WORK TASK: Below are records; work out how many of their lines hold the string "true" and give that number alone.

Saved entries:
↓

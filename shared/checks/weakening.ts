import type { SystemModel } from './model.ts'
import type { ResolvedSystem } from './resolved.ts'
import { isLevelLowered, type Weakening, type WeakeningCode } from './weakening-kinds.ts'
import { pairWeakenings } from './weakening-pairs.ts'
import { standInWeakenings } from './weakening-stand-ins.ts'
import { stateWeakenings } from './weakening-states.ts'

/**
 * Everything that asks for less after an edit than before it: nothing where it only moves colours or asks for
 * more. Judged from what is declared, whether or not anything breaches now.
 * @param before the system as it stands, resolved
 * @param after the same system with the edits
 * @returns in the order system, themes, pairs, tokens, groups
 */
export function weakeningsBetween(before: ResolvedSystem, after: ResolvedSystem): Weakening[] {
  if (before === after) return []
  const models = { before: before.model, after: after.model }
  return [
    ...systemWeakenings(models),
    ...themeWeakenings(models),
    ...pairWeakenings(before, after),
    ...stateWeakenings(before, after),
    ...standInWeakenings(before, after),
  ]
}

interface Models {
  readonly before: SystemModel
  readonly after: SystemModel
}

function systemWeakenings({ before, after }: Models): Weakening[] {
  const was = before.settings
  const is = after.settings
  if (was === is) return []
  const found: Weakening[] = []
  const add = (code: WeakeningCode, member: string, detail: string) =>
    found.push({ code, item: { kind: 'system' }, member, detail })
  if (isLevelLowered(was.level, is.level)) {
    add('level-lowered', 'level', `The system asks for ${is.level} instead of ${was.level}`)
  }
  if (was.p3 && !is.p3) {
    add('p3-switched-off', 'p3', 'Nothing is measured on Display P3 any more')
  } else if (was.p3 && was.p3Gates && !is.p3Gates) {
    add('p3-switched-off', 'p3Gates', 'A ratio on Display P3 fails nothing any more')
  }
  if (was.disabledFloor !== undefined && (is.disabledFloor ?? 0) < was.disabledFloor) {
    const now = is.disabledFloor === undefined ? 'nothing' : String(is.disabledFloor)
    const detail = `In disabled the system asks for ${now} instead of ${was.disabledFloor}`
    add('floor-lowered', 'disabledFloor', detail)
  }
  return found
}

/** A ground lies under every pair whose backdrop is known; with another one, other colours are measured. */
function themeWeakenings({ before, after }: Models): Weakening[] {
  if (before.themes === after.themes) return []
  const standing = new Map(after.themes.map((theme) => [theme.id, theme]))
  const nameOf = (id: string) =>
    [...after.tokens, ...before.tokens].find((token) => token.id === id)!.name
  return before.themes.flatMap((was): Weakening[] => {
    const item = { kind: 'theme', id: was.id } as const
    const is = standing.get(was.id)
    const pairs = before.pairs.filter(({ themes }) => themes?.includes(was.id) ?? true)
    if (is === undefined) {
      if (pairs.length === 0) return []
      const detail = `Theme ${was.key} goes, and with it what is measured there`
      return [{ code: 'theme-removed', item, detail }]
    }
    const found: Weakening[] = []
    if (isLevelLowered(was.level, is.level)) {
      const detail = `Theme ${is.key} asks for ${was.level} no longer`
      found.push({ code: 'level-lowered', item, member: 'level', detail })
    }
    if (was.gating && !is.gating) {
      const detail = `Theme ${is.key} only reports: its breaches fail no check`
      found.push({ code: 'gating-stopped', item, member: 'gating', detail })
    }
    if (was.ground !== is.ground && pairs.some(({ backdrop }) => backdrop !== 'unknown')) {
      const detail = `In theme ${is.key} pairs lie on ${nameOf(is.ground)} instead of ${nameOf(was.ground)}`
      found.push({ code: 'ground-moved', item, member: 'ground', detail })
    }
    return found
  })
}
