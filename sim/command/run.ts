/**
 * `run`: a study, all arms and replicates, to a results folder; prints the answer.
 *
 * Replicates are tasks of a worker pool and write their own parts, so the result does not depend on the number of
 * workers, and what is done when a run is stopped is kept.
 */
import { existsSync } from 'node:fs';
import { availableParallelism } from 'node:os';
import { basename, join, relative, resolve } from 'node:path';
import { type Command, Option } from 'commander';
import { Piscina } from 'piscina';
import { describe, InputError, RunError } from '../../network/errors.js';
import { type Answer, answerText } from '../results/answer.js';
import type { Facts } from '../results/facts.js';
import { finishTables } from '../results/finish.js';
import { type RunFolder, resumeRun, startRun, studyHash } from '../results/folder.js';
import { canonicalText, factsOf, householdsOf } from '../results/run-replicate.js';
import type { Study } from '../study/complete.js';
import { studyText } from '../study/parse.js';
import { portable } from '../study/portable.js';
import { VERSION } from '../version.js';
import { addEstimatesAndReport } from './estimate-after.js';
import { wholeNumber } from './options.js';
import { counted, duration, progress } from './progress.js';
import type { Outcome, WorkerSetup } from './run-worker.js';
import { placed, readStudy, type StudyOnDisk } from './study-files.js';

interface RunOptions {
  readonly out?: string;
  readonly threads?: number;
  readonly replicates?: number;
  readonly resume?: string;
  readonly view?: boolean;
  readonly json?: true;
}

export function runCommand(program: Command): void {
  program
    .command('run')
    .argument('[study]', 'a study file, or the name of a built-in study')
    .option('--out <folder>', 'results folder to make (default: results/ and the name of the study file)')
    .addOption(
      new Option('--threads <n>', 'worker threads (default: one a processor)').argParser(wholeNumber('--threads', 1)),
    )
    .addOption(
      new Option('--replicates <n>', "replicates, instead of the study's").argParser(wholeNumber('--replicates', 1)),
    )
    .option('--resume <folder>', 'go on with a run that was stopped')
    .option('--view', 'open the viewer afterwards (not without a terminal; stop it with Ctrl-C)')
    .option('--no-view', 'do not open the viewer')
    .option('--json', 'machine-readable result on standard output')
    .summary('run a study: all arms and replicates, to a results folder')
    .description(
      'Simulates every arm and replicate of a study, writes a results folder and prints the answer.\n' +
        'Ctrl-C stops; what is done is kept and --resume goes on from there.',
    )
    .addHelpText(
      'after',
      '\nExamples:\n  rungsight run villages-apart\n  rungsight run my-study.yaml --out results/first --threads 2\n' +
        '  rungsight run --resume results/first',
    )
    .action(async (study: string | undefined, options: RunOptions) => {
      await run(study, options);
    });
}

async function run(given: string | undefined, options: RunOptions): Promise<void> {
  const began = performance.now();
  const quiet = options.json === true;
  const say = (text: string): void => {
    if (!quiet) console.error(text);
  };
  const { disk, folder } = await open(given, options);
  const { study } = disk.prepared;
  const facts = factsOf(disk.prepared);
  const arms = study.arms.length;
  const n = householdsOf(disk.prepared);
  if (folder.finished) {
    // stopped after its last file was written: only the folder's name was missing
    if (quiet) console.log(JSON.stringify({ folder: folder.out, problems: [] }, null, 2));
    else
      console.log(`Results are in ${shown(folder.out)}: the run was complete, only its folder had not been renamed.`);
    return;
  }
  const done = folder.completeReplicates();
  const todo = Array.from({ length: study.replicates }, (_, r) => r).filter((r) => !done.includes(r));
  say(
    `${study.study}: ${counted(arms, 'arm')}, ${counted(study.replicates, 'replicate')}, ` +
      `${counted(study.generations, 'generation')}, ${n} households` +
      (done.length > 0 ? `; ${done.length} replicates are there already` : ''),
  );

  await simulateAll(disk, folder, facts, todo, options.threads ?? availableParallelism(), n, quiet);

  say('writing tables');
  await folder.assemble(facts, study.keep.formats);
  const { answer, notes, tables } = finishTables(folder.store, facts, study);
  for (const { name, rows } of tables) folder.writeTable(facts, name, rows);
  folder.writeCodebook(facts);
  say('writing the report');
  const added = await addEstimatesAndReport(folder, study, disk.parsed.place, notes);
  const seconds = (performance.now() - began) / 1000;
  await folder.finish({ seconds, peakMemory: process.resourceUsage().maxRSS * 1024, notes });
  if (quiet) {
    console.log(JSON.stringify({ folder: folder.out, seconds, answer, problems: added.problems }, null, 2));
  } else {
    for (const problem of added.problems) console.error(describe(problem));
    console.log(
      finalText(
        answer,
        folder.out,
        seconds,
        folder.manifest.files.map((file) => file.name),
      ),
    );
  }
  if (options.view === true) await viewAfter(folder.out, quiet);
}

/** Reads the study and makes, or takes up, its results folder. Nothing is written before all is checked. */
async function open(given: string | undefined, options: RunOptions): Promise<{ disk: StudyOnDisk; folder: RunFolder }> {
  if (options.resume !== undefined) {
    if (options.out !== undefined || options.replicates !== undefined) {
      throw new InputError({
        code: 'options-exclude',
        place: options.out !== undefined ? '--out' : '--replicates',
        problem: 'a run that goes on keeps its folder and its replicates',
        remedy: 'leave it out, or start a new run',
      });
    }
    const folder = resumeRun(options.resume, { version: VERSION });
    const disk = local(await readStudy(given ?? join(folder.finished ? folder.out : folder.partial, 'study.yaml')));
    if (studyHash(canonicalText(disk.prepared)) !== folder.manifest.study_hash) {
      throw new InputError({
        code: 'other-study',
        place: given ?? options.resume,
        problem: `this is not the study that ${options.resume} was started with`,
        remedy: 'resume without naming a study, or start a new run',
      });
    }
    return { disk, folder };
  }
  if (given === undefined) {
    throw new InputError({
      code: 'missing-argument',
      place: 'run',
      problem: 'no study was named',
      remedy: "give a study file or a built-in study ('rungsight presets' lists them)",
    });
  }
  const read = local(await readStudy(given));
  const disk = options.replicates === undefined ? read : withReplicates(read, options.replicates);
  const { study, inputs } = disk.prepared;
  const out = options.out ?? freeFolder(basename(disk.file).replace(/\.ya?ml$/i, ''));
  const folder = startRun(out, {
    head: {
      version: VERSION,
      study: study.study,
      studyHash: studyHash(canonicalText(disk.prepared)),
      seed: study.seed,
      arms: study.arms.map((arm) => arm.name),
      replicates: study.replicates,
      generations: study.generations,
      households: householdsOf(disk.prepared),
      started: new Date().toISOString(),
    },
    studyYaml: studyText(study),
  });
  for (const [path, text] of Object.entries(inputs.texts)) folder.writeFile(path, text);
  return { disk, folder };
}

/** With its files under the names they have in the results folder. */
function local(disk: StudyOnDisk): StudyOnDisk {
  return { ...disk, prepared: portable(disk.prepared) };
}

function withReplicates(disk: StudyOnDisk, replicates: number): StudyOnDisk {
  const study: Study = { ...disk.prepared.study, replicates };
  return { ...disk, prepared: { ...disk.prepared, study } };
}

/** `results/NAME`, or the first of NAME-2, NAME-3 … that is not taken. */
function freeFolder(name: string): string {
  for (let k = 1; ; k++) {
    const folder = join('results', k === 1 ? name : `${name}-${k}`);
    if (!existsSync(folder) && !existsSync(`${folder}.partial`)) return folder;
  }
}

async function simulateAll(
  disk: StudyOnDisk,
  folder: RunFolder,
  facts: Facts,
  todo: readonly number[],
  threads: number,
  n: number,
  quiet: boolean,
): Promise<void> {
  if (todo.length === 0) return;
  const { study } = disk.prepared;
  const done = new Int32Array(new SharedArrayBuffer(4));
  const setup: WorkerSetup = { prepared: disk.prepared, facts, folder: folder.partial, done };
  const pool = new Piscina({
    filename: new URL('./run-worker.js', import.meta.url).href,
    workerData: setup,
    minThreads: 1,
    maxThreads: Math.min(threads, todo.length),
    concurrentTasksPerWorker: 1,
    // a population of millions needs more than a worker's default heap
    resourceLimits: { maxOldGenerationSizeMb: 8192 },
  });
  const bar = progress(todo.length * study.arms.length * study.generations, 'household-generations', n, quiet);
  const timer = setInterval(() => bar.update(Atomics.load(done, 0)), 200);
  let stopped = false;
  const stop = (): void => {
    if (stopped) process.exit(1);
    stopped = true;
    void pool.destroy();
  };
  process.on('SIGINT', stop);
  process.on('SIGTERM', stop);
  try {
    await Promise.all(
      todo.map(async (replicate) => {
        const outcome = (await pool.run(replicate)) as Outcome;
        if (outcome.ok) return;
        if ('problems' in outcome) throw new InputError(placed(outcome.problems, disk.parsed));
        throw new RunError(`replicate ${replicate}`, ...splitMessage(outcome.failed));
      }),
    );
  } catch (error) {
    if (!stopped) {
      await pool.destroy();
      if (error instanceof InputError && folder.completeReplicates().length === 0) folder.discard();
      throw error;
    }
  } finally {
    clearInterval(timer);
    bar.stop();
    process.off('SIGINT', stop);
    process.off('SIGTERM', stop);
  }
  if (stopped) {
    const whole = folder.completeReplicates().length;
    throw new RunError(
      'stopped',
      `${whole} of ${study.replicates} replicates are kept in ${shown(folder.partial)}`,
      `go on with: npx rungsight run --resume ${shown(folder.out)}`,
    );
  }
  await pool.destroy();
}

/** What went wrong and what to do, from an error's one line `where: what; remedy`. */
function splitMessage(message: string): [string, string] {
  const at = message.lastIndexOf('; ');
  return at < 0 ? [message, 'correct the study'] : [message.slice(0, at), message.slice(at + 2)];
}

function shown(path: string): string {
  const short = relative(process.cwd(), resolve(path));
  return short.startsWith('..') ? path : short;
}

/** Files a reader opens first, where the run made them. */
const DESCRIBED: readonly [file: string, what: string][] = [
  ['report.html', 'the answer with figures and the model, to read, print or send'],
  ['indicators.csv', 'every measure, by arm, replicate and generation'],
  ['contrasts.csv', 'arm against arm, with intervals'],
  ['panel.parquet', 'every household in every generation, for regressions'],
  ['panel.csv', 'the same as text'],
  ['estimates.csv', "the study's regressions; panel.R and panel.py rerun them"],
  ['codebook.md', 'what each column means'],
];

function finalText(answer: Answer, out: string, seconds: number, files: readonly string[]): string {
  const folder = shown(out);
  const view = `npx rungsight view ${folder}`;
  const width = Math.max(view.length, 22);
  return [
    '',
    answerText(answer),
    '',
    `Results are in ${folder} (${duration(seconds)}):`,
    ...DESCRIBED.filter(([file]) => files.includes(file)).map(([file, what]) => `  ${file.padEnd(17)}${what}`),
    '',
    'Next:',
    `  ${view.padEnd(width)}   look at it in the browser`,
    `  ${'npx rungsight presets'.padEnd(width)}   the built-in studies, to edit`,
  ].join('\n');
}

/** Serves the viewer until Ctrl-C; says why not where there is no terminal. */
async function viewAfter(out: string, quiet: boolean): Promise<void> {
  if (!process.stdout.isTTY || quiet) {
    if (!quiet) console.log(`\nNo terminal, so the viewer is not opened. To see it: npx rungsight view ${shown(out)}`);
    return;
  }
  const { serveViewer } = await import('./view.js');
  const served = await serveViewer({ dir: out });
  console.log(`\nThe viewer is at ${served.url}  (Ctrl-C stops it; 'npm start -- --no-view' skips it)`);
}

↑

SOLUTION TO THIS TASK: 5